Bash Script function verification

Question

I am trying to do validation for every function I call in a script and erroring out the whole script if one function fails.

Looking for the best way to do this. I feel I knew a good way to do it at one time, but can't figure it out again.

I can brute force it, but it's nasty. This is how I can get it to work correctly

    copy_files $1
    if [ "$?" -ne "0" ]; then
            error "Copying files"
            return -1
    fi

This gets pretty ugly since I have a script that goes:

command1 command2 command3

Having to wrap all these commands with returns is not very ideal. :( Please help!

Answer 1

You could do something like this:

good() { 
    return 0;
}

bad() {
    return 5;
}

wrapper() { 
    $1  

    rc=$?

    if [ "$rc" -ne "0" ]; then
            echo "error: $1 returned $rc"
            exit -1
    fi  
}


wrapper bad 
wrapper good

or, if you could pass a list of function, like so:

wrapper() {
    for f in $*; do

        $f 
        rc=$?

        if [ "$rc" -ne "0" ]; then
                echo "error: $f returned ${rc}"
                return -1
        fi
    done
    return 0;
}


wrapper good bad

if [ "$?" -ne "0" ]; then
    #error handling here
    exit -1;
fi

Answer 2

Since you said you want to do this for every command in a script, you could insert

set -e

at the beginning.
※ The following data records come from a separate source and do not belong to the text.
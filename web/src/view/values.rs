//! The values of a node's relaxation: fractional ones first, each with cost and reduced cost.

use record::message::{ColumnValue, NodeDetail, RivalReport};
use record::scenario::{Act, ActKind};
use report::number::{fixed, full, of};
use yew::prelude::*;

use crate::state::pointer::Shared;
use crate::view::figure::figure;

/// Rows shown before more are asked for.
const SHOWN: usize = 14;
/// Rows shown at most.
const MOST: usize = 400;

#[derive(Properties, PartialEq)]
pub(crate) struct ValuesProps {
    pub(crate) detail: Shared<NodeDetail>,
    pub(crate) rival: Option<Shared<RivalReport>>,
    pub(crate) unit: String,
    pub(crate) column: Option<u32>,
    pub(crate) choose: Callback<Option<u32>>,
    /// Does an act by hand; `None` where nothing may be done.
    pub(crate) act: Option<Callback<Act>>,
}

/// The table.
#[component]
pub(crate) fn Values(props: &ValuesProps) -> Html {
    let all = use_state_eq(|| false);
    let values = use_memo(props.detail.clone(), |detail| sorted(&detail.values));
    let fractional = values.iter().filter(|value| value.fractional).count();
    let may_branch = props.act.is_some() && values.iter().any(|value| !value.on.is_empty());
    let expected = values.iter().any(|value| value.gains.is_some());
    let limit = if *all { MOST } else { SHOWN };
    let more = {
        let (all, open) = (all.setter(), *all);
        Callback::from(move |_: MouseEvent| all.set(!open))
    };
    let cost = if props.unit.is_empty() { "cost" } else { props.unit.as_str() };
    html! {
        <div class="values">
            <table data-testid="values">
                <caption>{ caption(fractional, values.len()) }</caption>
                <thead><tr>
                    <th scope="col">{ "variable" }</th>
                    <th scope="col">{ "value" }</th>
                    <th scope="col">{ cost.to_owned() }</th>
                    <th scope="col">{ "reduced cost" }</th>
                    if expected { <th scope="col" title="How far the bound is expected to move below and above, by the branchings seen so far">{ "expected ↓ ↑" }</th> }
                    if may_branch { <th scope="col">{ "by hand" }</th> }
                </tr></thead>
                <tbody>
                    for value in values.iter().take(limit) { { row(props, value, (may_branch, expected)) } }
                </tbody>
            </table>
            if values.len() > SHOWN {
                <button type="button" onclick={more}>
                    { if *all { "Show fewer".to_owned() } else { format!("Show {}", values.len().min(MOST)) } }
                </button>
            }
        </div>
    }
}

fn caption(fractional: usize, all: usize) -> String {
    format!("{} not 0, {fractional} of them fractional", of(all as u64, "value"))
}

/// Fractional values first, then by falling value, then by column.
fn sorted(values: &[ColumnValue]) -> Vec<ColumnValue> {
    let mut sorted = values.to_vec();
    sorted.sort_by(|a, b| {
        let order = b.fractional.cmp(&a.fractional);
        order.then(b.value.total_cmp(&a.value)).then(a.column.cmp(&b.column))
    });
    sorted
}

/// "Branch", where the column may be branched on.
fn branch(props: &ValuesProps, value: &ColumnValue, name: &str) -> Html {
    let Some(act) = props.act.as_ref().filter(|_| !value.on.is_empty()) else {
        return Html::default();
    };
    let (node, on) = (Some(props.detail.node.0), value.on.clone());
    let onclick = act.reform(move |_: MouseEvent| Act {
        after: 0,
        what: ActKind::Branch,
        node,
        on: on.clone(),
    });
    html! {
        <button
            type="button" class="link" {onclick} aria-label={format!("Branch here on {name}")}
        >{ "Branch" }</button>
    }
}

/// The expected gains below and above, in short.
fn gains(value: &ColumnValue) -> String {
    value
        .gains
        .map_or_else(String::new, |(down, up)| format!("{} {}", fixed(down, 2), fixed(up, 2)))
}

fn row(props: &ValuesProps, value: &ColumnValue, (may_branch, expected): (bool, bool)) -> Html {
    let column = value.column;
    let chosen = props.column == Some(column);
    let name = props.rival.as_ref().and_then(|rival| rival.column_names.get(column as usize));
    let name = name.map_or_else(|| format!("column {}", column + 1), Clone::clone);
    let by_hand = branch(props, value, &name);
    let choose = props.choose.clone();
    let onclick = Callback::from(move |_: MouseEvent| choose.emit((!chosen).then_some(column)));
    html! {
        <tr key={column} class={classes!(value.fractional.then_some("fractional"), chosen.then_some("chosen"))}>
            <th scope="row">
                <button type="button" class="link" aria-pressed={if chosen { "true" } else { "false" }} {onclick}>{ name }</button>
            </th>
            <td><data value={value.value.to_string()} title={full(value.value)}>{ fixed(value.value, 3) }</data></td>
            <td>{ figure(Some(value.cost)) }</td>
            <td>{ figure(Some(value.reduced_cost)) }</td>
            if expected { <td>{ gains(value) }</td> }
            if may_branch { <td>{ by_hand }</td> }
        </tr>
    }
}

#[cfg(test)]
mod tests {
    use super::*;

    #[test]
    fn fractional_values_come_first() {
        let value = |column, value, fractional| ColumnValue {
            column,
            value,
            reduced_cost: 0.0,
            cost: 1.0,
            fractional,
            gains: None,
            on: Vec::new(),
        };
        let order: Vec<u32> =
            sorted(&[value(0, 1.0, false), value(1, 0.2, true), value(2, 0.8, true)])
                .iter()
                .map(|value| value.column)
                .collect();
        assert_eq!(order, [2, 1, 0]);
    }
}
That call makes the shell exit immediately if any command returns a status code other than 0. (Exceptions: commands that are part of the test in a conditional statement, and those that are followed by && or || and further commands)

Answer 3

command1 || (error "Cmd1 fail"; return -1); command2 || (error "Cmd2 fail"; return -1);

etc. etc. The || operator means the next command will only execute if the previous command failed. && is the opposite. The brackets group the commands to run.